I'm really impressed with the NVIDIA GPU Operator! It's relieved a lot of the workload for our team when it comes to managing GPU drivers, CUDA versions, and the container toolkit for each node. However, I haven't upgraded any drivers yet and I'm looking for advice from the community. Any recommendations or tricks regarding driver upgrades with this operator? Thanks a lot!
3 Answers
Just curious, are you running a self-hosted Kubernetes cluster or are you using a cloud provider? It can change the way you approach driver management!
Honestly, I'm a bit hesitant about letting the operator handle all driver installations and live mod probing. I come from a more traditional background, so I prefer managing some of these setups at the OS level and just allocate the resources to Kubernetes as needed. I might consider disabling certain features of the operator to keep more control.

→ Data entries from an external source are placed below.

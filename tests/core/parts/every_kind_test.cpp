/// What every part kind must keep, whoever wrote it: run through by being registered.
#include "core/parts/resolve.hpp"
#include "tests/core/parts/parameter_sets.hpp"
#include <catch2/catch.hpp>
#include <cmath>
#include <random>
#include <set>

using namespace sinewright;
using namespace sinewright::testing;

namespace {

constexpr int points_per_set = 24;

std::vector<double> random_point(const RecordedPart& part, const ParameterSet& set, std::mt19937& random) {
    std::uniform_real_distribution<double> either(-1, 1);
    std::vector<double> x;
    for (const RecordedUnknown& unknown : part.unknowns) {
        const double r = either(random);
        switch (unknown.type) {
        case 's':
            x.push_back(unknown.start + set.state_span * unknown.typical * (0.25 + 0.75 * r));
            break;
        case 'i':
            x.push_back(unknown.typical * r);
            break;
        default:
            x.push_back(set.span_v * r);
        }
    }
    return x;
}

struct Slope {
    double value, error;
};

/// Central differences with Richardson extrapolation over halved steps (Ridders 1982); the smallest estimated error
/// wins.
template <class Function> Slope ridders(Function value, double h) {
    constexpr int rows = 8;
    double table[rows][rows];
    Slope best{0, INFINITY};
    for (int i = 0; i < rows; ++i, h /= 2) {
        table[i][0] = (value(h) - value(-h)) / (2 * h);
        double factor = 4;
        for (int j = 1; j <= i; ++j, factor *= 4) {
            table[i][j] = table[i][j - 1] + (table[i][j - 1] - table[i - 1][j - 1]) / (factor - 1);
            const double error =
                std::max(std::abs(table[i][j] - table[i][j - 1]), std::abs(table[i][j] - table[i - 1][j - 1]));
            if (error < best.error) best = {table[i][j], error};
        }
    }
    return best;
}

struct Evaluated {
    std::vector<double> i, q, di, dq;
};

Evaluated evaluated(const Law& law, const std::vector<double>& u, int count, bool derivatives) {
    const double unwritten = std::nan("");
    const std::size_t values = law.outputs() * count, slopes = values * law.controls();
    Evaluated y{std::vector(values, unwritten), std::vector(values, law.stores_charge() ? unwritten : 0),
                std::vector(slopes, unwritten), std::vector(slopes, law.stores_charge() ? unwritten : 0)};
    LawSamples samples{count, u.data(), y.i.data(), nullptr, nullptr, nullptr};
    if (derivatives) samples.di = y.di.data();
    if (law.stores_charge()) samples.q = y.q.data(), samples.dq = derivatives ? y.dq.data() : nullptr;
    law.evaluate(samples);
    return y;
}

/// Runs `check(part, x, set)` at random points of every set of every registered kind.
template <class Check> void everywhere(Check check) {
    std::mt19937 random(20);
    for (const ParameterSet& set : parameter_sets()) {
        const RecordedPart part = record(set.kind, set.settings);
        for (int k = 0; k < points_per_set; ++k) {
            INFO(set.kind << " set " << &set - parameter_sets().data() << " point " << k);
            check(part, random_point(part, set, random), set);
        }
    }
}

} // namespace

TEST_CASE("every registered kind is tried with every parameter and every word it knows", "[parts]") {
    for (const PartKind* kind : part_kinds()) {
        std::set<std::string> seen;
        for (const ParameterSet& set : parameter_sets())
            if (set.kind == kind->name)
                for (const Setting& setting : set.settings) {
                    seen.insert(setting.name);
                    if (const auto* word = std::get_if<std::string>(&setting.value)) seen.insert(*word);
                }
        for (const ParameterInfo& info : kind->parameters) {
            INFO(kind->name << "." << info.name);
            CHECK(seen.contains(std::string(info.name)));
            for (const std::string_view word : info.choices) CHECK(seen.contains(std::string(word)));
        }
    }
}

TEST_CASE("every kind is described for people: title, terminals, units and one sentence a parameter", "[parts]") {
    std::set<std::string_view> names;
    for (const PartKind* kind : part_kinds()) {
        INFO(kind->name);
        CHECK(names.insert(kind->name).second);
        CHECK(find_part_kind(kind->name) == kind);
        CHECK(!kind->title.empty());
        CHECK(!kind->ref_prefix.empty());
        REQUIRE(kind->main < static_cast<int>(kind->parameters.size()));
        for (std::size_t k = 0; k < kind->terminals.size(); ++k) {
            CHECK(!kind->terminals[k].meaning.empty());
            CHECK(kind->terminal(kind->terminals[k].name) == static_cast<int>(k));
        }
        for (std::size_t k = 0; k < kind->parameters.size(); ++k) {
            const ParameterInfo& info = kind->parameters[k];
            INFO(info.name);
            CHECK(kind->parameter(info.name) == static_cast<int>(k));
            CHECK(info.help.ends_with('.'));
            CHECK_FALSE((info.required && !std::isnan(info.fallback)));
        }
        CHECK(kind->parameter("no such parameter") == -1);
        CHECK(kind->terminal("no such terminal") == -1);
    }
    CHECK(find_part_kind("no such kind") == nullptr);
}

TEST_CASE("what a law says of its derivatives is what differences of its values say", "[parts]") {
    int sharp = 0, all = 0;
    everywhere([&](const RecordedPart& part, const std::vector<double>& x, const ParameterSet&) {
        for (const RecordedElement& element : part.elements) {
            const Law& law = *element.law;
            const std::vector<double> u = element.at(x);
            const Evaluated here = evaluated(law, u, 1, true);
            for (int c = 0; c < law.controls(); ++c)
                for (int o = 0; o < law.outputs(); ++o)
                    for (const bool charge : {false, true}) {
                        if (charge && !law.stores_charge()) continue;
                        const auto value = [&](double shift) {
                            std::vector<double> moved = u;
                            moved[c] += shift;
                            const Evaluated there = evaluated(law, moved, 1, false);
                            return charge ? there.q[o] : there.i[o];
                        };
                        const double step = std::max(std::abs(u[c]), 0.1) * 0.03;
                        const Slope differences = ridders(value, step);
                        const double said = (charge ? here.dq : here.di)[o * law.controls() + c];
                        // Differences lose what rounding of the values takes: 1e-16 of the value over the step.
                        const double value_size = std::abs(value(step)) + std::abs(value(-step));
                        const double bound = 1e-8 * std::abs(said) + 2e-14 * value_size / step;
                        INFO("control " << c << " = " << u[c] << ", output " << o << (charge ? ", charge" : ""));
                        ++all;
                        // At a corner (clip, pinch-off) differences do not converge; they then say so themselves.
                        if (differences.error > bound) {
                            CHECK(std::abs(said - differences.value) <= 2 * (std::abs(said) + differences.error));
                            continue;
                        }
                        ++sharp;
                        CHECK(std::abs(said - differences.value) <= bound + differences.error);
                    }
        }
    });
    CHECK(sharp >= 0.95 * all);
}

TEST_CASE("a law gives the same numbers for one sample, many samples, with and without derivatives", "[parts]") {
    everywhere([&](const RecordedPart& part, const std::vector<double>& x, const ParameterSet&) {
        for (const RecordedElement& element : part.elements) {
            const Law& law = *element.law;
            const std::vector<double> u = element.at(x);
            constexpr int count = 3;
            std::vector<double> many;
            for (const double control : u)
                for (int k = 0; k < count; ++k) many.push_back(control * (1 - 0.1 * k));
            const Evaluated all = evaluated(law, many, count, true), values = evaluated(law, many, count, false);
            for (int k = 0; k < count; ++k) {
                std::vector<double> own;
                for (int c = 0; c < law.controls(); ++c) own.push_back(many[c * count + k]);
                const Evaluated one = evaluated(law, own, 1, true);
                for (int o = 0; o < law.outputs(); ++o) {
                    CHECK(all.i[o * count + k] == one.i[o]);
                    CHECK(all.q[o * count + k] == one.q[o]);
                    CHECK(values.i[o * count + k] == Approx(one.i[o]).epsilon(1e-14));
                    CHECK(values.q[o * count + k] == Approx(one.q[o]).epsilon(1e-14));
                    for (int c = 0; c < law.controls(); ++c) {
                        const int slope = o * law.controls() + c;
                        CHECK(all.di[slope * count + k] == one.di[slope]);
                        CHECK(all.dq[slope * count + k] == one.dq[slope]);
                    }
                }
            }
        }
    });
}

TEST_CASE("currents and charges of parts without a hidden joint to gnd add up to zero", "[parts]") {
    // These drive or load gnd inside; every other kind must keep what flows in.
    const std::set<std::string> joined_to_ground{"opamp", "limiter", "multiplier", "servo"};
    everywhere([&](const RecordedPart& part, const std::vector<double>& x, const ParameterSet& set) {
        if (joined_to_ground.contains(set.kind)) return;
        const std::vector<double> f = part.f(x), q = part.q(x);
        double current = 0, currents = 0, charge = 0, charges = 0;
        for (int k = 0; k < part.size(); ++k) {
            if (part.unknowns[k].type != 'n' && part.unknowns[k].type != 'v') continue;
            current += f[k], currents += std::abs(f[k]);
            charge += q[k], charges += std::abs(q[k]);
        }
        CHECK(std::abs(current) <= 1e-15 * currents);
        CHECK(std::abs(charge) <= 1e-15 * charges);

        // Lifting all its nets together changes nothing.
        std::vector<double> lifted = x;
        for (int k = 0; k < part.size(); ++k)
            if (part.unknowns[k].type == 'n' || part.unknowns[k].type == 'v') lifted[k] += 0.5;
        const std::vector<double> f_lifted = part.f(lifted), q_lifted = part.q(lifted);
        for (int k = 0; k < part.size(); ++k) {
            // Bound: 1e-15 V of rounding in the lifted voltages times the steepest law (a knee, 1/mΩ).
            CHECK(f_lifted[k] == Approx(f[k]).epsilon(1e-11).margin(1e-12));
            CHECK(q_lifted[k] == Approx(q[k]).epsilon(1e-11).margin(1e-18));
        }
    });
}

TEST_CASE("every unknown a part adds has an equation that something enters", "[parts]") {
    everywhere([&](const RecordedPart& part, const std::vector<double>& x, const ParameterSet&) {
        const Square df = part.df(x), dq = part.dq(x);
        for (int k = 0; k < part.size(); ++k) {
            if (part.unknowns[k].type == 'n') continue;
            bool row = false, column = false;
            for (int m = 0; m < part.size(); ++m) {
                row = row || df(k, m) != 0 || dq(k, m) != 0;
                column = column || df(m, k) != 0 || dq(m, k) != 0;
            }
            INFO(part.unknowns[k].name);
            CHECK(row);
            CHECK(column);
            CHECK(part.unknowns[k].typical > 0);
            CHECK(std::isfinite(part.unknowns[k].start));
        }
    });
}

TEST_CASE("no part gives anything but finite numbers when an iteration strays far off", "[parts]") {
    for (const ParameterSet& set : parameter_sets()) {
        const RecordedPart part = record(set.kind, set.settings);
        for (const double far : {-1e4, -300.0, 0.0, 300.0, 1e4}) {
            for (int strayed = 0; strayed < part.size(); ++strayed) {
                std::vector<double> x = part.at({});
                x[strayed] = far;
                INFO(set.kind << ": " << part.unknowns[strayed].name << " = " << far);
                const Square df = part.df(x), dq = part.dq(x);
                for (const auto* numbers : {&df.entries, &dq.entries})
                    for (const double y : *numbers) CHECK(std::isfinite(y));
                for (const double y : part.f(x)) CHECK(std::isfinite(y));
                for (const double y : part.q(x)) CHECK(std::isfinite(y));
            }
        }
    }
}

TEST_CASE("temperature coefficient moves the main value of every kind it applies to, and no other value", "[parts]") {
    constexpr double tempco_per_k = 1e-3, warm_k = 298.15 + 40;
    for (const ParameterSet& set : parameter_sets()) {
        const PartKind& kind = *find_part_kind(set.kind);
        Part part = part_with(set.kind, set.settings);
        const PartValues plain = resolve(kind, part, warm_k);
        part.tempco = Value{tempco_per_k, "1000ppm"};
        const PartValues moved = resolve(kind, part, warm_k), at_25 = resolve(kind, part, 298.15);
        for (std::size_t k = 0; k < kind.parameters.size(); ++k) {
            const int parameter = static_cast<int>(k);
            INFO(kind.name << "." << kind.parameters[k].name);
            CHECK(moved.has(parameter) == plain.has(parameter));
            if (!plain.has(parameter)) continue;
            const bool moves = parameter == kind.main && kind.tempco_applies;
            CHECK(moved[parameter] == Approx(plain[parameter] * (moves ? 1.04 : 1)).epsilon(1e-14)); // contract §3
            CHECK(at_25[parameter] == plain[parameter]);
        }
    }
}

I used Ansible to manage my first cluster, but now I prefer using an operator for task automation. The MIG feature seems like a game changer, but unfortunately, my current GPUs don't support it.
It really depends on your compliance requirements and threat model. If it’s strict, managing it manually might be the better route.
Before you dive into upgrades, ensure your support contract is current. We've faced a lot of bugs with new DGX systems, but those issues seem to be clearing up with the latest editions—my last two upgrades went smoothly!
It's a self-hosted bare metal setup.